Earlier this year, a judge had ruled that the suburban cities’ efforts to create their own school districts were unconstitutional, though they had already passed referendums and begun creating local school boards. The new bill was written in response to the judge’s ruling, and overrules a 1998 law that prohibited the creation of new school districts in the state.

Memphis’s school system is poorer, lower-performing, and has more minorities than the suburban districts, and those suburban leaders have said they fear the merger will impact the stability of their own districts. But the new law raises concerns about the financial stability of the merged district, which could end up serving only students from the city of Memphis and unincorporated areas of Shelby County.

The suburban cities have been collecting extra sales taxes since 2012 in order to fund the new school systems.

The governor still has not yet signed the bills into law, but has stated his intention to, the Commercial Appeal reports.

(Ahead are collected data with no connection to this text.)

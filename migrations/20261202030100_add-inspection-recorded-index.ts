import type { Knex } from 'knex';

// The moment an item's last inspection was recorded bounds its uses since; this reads it from the index.
export async function up(knex: Knex): Promise<void> {
  await knex.schema.alterTable('inspections', (t) => {
    t.index(['firm_id', 'item_id', 'created_at']);
  });
}

export async function down(knex: Knex): Promise<void> {
  await knex.schema.alterTable('inspections', (t) => {
    t.dropIndex(['firm_id', 'item_id', 'created_at']);
  });
}
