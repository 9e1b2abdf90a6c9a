import { mkdirSync, writeFileSync } from 'node:fs';
import { join } from 'node:path';
import { findExecutable, startService, type Service } from '@heatfleet/devstack/src/processes.ts';
import { cluster } from './cluster-profile.ts';

/**
 * One HAProxy, two jobs. SQL: every connection to one Galera node, the others backups, judged by each node's check
 * agent, because a row lock (SELECT ... FOR UPDATE, which keeps stock from going below zero) holds only on the node
 * that took it. The API: round robin over the replicas, judged by GET /api/health (200 only when the replica
 * reaches the database). Check every second; 3 failures in a row take a server out, 2 successes put it back.
 */
export function haproxyConfig(): string {
  const [first, ...others] = cluster.galera;
  const galeraServers = [
    `  server ${first!.name} 127.0.0.1:${first!.sqlPort} check port ${first!.checkPort}`,
    ...others.map((n) => `  server ${n.name} 127.0.0.1:${n.sqlPort} check port ${n.checkPort} backup`),
  ];
  const apiServers = cluster.apiPorts.map((port, i) => `  server api${i + 1} 127.0.0.1:${port} check`);
  return `# Written by packages/cluster at each start: edit haproxy.ts, not this file.
global
  maxconn 4000
  stats socket ${join(cluster.proxy.dataDir, 'admin.sock')} mode 600 level admin

defaults
  timeout connect 2s
  # A pooled database connection may sit idle for a long time: the pool, not the proxy, decides when it goes.
  timeout client 1h
  timeout server 1h
  default-server inter 1s fall 3 rise 2
  timeout check 7s

frontend galera_writer
  mode tcp
  bind 127.0.0.1:${cluster.proxy.sqlPort}
  default_backend galera

backend galera
  mode tcp
  option httpchk GET /
  http-check expect status 200
  # A node marked down has its connections cut, so no client keeps writing to it; when the first node returns,
  # connections to the backup are cut too, so there is never more than one node taking writes for long.
  default-server on-marked-down shutdown-sessions on-marked-up shutdown-backup-sessions
${galeraServers.join('\n')}

frontend api
  mode http
  bind 127.0.0.1:${cluster.proxy.apiPort}
  timeout client 60s
  option forwardfor
  default_backend api

backend api
  mode http
  balance roundrobin
  timeout server 60s
  option httpchk
  http-check send meth GET uri /api/health ver HTTP/1.1 hdr Host 127.0.0.1
  http-check expect status 200
  # A connection refused by a replica that just died goes to another one; a request already sent is not resent
  # (it may have been applied): the client retries it with the same Idempotency-Key.
  retries 2
  option redispatch 1
  retry-on conn-failure
${apiServers.join('\n')}

listen stats
  mode http
  bind 127.0.0.1:${cluster.proxy.statsPort}
  timeout client 30s
  timeout server 30s
  stats enable
  stats uri /
  stats refresh 2s
`;
}

export function startHaproxy(): Service {
  mkdirSync(cluster.proxy.dataDir, { recursive: true });
  const file = join(cluster.proxy.dataDir, 'haproxy.cfg');
  writeFileSync(file, haproxyConfig());
  return startService({
    name: 'haproxy',
    command: findExecutable('haproxy'),
    args: ['-f', file, '-db'],
    env: process.env,
    logFile: join(cluster.logDir, 'haproxy.log'),
    quiet: true,
  });
}

/** The state HAProxy holds of each server (UP, DOWN, ...), from its admin socket's `show stat`. */
export async function haproxyServerStates(): Promise<Record<string, string>> {
  const { createConnection } = await import('node:net');
  const text = await new Promise<string>((resolve, reject) => {
    const socket = createConnection(join(cluster.proxy.dataDir, 'admin.sock'));
    let out = '';
    socket.on('data', (chunk) => (out += chunk.toString()));
    socket.on('end', () => resolve(out));
    socket.on('error', reject);
    socket.end('show stat\n');
  });
  const states: Record<string, string> = {};
  for (const line of text.split('\n')) {
    const cols = line.split(',');
    if (cols.length > 17 && cols[1] !== 'FRONTEND' && cols[1] !== 'BACKEND' && !line.startsWith('#'))
      states[`${cols[0]}/${cols[1]}`] = cols[17] ?? '';
  }
  return states;
}
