import type { Knex } from 'knex';

// A booked job may be cancelled (with a reason, stored beside it in the next migration).
export async function up(knex: Knex): Promise<void> {
  await knex.raw("ALTER TABLE jobs MODIFY status ENUM('planned', 'completed', 'cancelled') NOT NULL DEFAULT 'planned'");
}

export async function down(knex: Knex): Promise<void> {
  await knex.raw("ALTER TABLE jobs MODIFY status ENUM('planned', 'completed') NOT NULL DEFAULT 'planned'");
}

Even once it’s signed, legal and civil rights challenges are still a possibility: Some are concerned that the law will result in more-segregated and less equitably funded districts in the state. The law would allow other cities of a certain size to create their own districts and could mean that wealthier suburban cities near other urban centers in Tennessee could also create their own districts.

For some background on previous legal struggles and how this merger came about in the first place, you can read Christina Samuels’ article about the debate over the merger late last spring.

Memphis’s superintendent Kriner Cash announced his resignation in January, and Dorsey Hopson III, the interim superintendent in Memphis City Schools, is set to lead the merged district.

For more interesting reading on Memphis, check out this article on the state-run district that’s in charge of a few schools in the city. The so-called Achievement School District was modeled after the Recovery School District in Louisiana.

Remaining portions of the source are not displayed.